[Stored data entries]

>>>

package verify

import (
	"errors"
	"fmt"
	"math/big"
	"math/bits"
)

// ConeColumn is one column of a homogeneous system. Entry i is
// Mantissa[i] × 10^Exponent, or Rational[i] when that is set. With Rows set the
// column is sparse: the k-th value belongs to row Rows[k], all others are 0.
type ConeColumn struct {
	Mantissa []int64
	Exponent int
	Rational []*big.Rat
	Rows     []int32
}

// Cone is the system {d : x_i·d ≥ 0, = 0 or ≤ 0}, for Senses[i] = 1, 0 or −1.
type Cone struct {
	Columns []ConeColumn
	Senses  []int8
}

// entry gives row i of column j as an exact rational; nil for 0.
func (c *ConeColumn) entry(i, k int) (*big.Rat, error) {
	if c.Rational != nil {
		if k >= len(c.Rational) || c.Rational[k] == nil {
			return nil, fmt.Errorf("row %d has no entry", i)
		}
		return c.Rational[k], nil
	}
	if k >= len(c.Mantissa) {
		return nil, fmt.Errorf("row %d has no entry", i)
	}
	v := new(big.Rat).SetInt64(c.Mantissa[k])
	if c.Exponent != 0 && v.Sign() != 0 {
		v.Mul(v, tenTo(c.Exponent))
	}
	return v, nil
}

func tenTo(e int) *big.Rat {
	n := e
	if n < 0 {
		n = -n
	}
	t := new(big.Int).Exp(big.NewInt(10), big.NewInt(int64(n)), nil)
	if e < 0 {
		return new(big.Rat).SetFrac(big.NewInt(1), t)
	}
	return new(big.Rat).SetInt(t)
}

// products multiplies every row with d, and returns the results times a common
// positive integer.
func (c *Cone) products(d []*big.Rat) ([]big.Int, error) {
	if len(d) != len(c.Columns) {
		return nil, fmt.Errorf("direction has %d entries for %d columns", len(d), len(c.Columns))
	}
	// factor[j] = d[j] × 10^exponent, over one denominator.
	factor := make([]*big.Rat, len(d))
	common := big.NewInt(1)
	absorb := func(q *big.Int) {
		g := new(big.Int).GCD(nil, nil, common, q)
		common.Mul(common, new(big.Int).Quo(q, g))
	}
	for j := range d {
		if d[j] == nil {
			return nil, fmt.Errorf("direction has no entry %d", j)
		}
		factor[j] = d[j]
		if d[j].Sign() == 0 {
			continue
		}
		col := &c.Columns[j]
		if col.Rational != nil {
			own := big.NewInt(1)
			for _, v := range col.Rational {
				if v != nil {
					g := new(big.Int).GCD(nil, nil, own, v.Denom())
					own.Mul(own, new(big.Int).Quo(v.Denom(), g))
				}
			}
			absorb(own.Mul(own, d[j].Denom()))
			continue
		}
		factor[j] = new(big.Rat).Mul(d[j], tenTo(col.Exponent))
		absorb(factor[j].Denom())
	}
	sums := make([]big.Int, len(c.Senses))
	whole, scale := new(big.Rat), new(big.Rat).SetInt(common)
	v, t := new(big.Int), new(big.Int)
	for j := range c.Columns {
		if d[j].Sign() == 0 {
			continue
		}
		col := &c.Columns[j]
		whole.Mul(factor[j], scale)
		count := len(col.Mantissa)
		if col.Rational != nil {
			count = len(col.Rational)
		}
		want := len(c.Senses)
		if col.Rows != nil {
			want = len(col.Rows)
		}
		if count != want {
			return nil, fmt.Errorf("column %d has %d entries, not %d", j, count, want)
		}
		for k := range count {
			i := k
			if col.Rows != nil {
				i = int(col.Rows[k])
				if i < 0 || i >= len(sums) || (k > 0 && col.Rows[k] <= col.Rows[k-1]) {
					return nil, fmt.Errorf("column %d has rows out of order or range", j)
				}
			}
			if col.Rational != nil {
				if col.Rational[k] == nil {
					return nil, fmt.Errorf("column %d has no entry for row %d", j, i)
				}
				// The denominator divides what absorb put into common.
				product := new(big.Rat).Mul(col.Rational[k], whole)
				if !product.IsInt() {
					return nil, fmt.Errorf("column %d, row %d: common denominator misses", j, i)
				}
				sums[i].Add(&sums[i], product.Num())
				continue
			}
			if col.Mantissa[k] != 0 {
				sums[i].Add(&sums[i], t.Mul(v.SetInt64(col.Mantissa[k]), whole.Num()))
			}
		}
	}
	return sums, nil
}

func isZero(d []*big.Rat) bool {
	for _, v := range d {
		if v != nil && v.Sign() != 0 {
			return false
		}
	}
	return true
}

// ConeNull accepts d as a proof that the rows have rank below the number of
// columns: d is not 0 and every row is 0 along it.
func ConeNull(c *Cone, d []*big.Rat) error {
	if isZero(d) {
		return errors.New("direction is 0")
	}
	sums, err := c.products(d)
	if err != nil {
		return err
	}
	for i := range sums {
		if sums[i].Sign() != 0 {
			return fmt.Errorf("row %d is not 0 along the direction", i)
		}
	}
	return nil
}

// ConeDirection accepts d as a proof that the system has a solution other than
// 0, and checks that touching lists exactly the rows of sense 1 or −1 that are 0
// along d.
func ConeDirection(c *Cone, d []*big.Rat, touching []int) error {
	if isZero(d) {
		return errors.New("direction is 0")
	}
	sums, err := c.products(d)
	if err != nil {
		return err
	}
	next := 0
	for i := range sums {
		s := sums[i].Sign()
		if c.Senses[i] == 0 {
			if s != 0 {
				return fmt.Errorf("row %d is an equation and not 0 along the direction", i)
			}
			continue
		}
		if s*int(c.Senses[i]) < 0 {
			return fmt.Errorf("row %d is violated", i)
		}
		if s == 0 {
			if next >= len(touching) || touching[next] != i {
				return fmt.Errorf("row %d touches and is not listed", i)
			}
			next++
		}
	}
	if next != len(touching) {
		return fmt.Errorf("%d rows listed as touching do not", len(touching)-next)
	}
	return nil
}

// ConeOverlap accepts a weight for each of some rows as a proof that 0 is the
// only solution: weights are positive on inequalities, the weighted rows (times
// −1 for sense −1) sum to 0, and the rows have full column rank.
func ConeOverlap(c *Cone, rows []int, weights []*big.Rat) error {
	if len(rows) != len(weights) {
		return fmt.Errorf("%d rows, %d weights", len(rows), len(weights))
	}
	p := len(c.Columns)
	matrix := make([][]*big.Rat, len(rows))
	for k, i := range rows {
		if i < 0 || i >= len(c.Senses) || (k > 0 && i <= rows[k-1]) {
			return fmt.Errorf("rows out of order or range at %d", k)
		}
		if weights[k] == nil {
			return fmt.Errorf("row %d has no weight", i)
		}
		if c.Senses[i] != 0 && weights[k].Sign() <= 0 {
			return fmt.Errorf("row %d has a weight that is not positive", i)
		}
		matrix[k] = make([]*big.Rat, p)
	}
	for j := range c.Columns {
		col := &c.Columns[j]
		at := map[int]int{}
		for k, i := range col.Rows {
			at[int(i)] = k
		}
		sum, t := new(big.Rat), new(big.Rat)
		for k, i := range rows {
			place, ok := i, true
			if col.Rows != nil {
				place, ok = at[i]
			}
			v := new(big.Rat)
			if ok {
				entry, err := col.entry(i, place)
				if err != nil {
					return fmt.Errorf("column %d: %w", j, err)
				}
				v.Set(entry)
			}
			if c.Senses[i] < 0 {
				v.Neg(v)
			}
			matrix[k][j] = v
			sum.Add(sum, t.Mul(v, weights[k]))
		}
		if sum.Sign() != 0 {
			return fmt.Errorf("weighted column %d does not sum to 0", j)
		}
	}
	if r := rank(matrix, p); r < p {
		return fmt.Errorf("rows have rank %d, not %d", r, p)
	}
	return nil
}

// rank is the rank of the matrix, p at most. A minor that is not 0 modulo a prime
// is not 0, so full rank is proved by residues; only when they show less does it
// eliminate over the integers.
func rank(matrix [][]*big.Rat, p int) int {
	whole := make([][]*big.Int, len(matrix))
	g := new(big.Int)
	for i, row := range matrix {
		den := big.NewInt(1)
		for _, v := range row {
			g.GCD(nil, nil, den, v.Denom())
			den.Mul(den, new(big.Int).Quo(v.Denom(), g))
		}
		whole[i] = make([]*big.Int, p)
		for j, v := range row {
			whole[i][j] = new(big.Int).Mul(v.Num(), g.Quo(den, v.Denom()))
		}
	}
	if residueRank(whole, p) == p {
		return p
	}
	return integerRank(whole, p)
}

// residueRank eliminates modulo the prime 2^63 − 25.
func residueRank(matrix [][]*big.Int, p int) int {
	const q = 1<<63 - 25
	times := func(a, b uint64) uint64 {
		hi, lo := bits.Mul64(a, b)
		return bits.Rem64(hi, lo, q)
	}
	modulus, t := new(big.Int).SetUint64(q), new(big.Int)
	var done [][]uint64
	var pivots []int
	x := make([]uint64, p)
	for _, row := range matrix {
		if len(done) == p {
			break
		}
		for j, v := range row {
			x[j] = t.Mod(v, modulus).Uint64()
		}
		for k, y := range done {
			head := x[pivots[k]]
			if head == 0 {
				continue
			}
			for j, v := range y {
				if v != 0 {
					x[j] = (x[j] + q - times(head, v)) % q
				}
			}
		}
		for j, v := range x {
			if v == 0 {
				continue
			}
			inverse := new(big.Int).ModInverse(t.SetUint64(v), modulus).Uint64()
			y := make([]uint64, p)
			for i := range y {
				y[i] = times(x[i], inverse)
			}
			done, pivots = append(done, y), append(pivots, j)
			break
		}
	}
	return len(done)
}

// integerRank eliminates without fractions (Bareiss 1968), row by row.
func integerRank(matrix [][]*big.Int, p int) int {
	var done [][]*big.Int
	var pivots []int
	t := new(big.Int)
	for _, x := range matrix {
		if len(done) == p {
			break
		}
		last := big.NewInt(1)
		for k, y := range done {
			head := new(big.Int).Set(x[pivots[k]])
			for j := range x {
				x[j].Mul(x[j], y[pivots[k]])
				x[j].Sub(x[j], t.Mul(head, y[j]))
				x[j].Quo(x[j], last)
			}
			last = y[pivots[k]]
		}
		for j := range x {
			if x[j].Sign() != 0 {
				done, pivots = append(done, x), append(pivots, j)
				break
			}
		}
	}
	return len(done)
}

<<<
>>>

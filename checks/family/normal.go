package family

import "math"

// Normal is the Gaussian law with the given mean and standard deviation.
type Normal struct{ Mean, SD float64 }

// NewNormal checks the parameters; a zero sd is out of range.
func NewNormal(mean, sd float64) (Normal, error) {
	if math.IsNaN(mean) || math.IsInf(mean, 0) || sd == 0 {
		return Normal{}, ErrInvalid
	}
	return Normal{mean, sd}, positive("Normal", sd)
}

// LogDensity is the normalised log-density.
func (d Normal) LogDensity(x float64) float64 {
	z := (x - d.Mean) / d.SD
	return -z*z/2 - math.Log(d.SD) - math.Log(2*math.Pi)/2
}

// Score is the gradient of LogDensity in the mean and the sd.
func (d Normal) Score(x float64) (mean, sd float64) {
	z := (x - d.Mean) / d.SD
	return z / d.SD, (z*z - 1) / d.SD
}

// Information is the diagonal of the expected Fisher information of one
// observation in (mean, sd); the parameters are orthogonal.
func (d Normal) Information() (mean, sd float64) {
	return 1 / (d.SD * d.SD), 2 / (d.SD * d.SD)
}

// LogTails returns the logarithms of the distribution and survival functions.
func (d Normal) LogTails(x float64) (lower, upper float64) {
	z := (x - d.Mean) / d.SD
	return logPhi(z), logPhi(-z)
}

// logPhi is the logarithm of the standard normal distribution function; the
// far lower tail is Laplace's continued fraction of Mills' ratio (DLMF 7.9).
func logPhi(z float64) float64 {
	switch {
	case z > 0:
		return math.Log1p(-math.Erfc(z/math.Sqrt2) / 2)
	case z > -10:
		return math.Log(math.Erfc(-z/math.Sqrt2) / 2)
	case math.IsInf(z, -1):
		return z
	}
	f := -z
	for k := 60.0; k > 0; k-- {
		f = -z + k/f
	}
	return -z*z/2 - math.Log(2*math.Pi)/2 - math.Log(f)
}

<<<

*Task goal*. From the records above, transcribe exactly the run of lines that opens with the line holding "package verify" and closes with the line holding "Rows set the", both included.

*Written solution*.
package verify

import (
	"errors"
	"fmt"
	"math/big"
	"math/bits"
)

// ConeColumn is one column of a homogeneous system. Entry i is
// Mantissa[i] × 10^Exponent, or Rational[i] when that is set. With Rows set the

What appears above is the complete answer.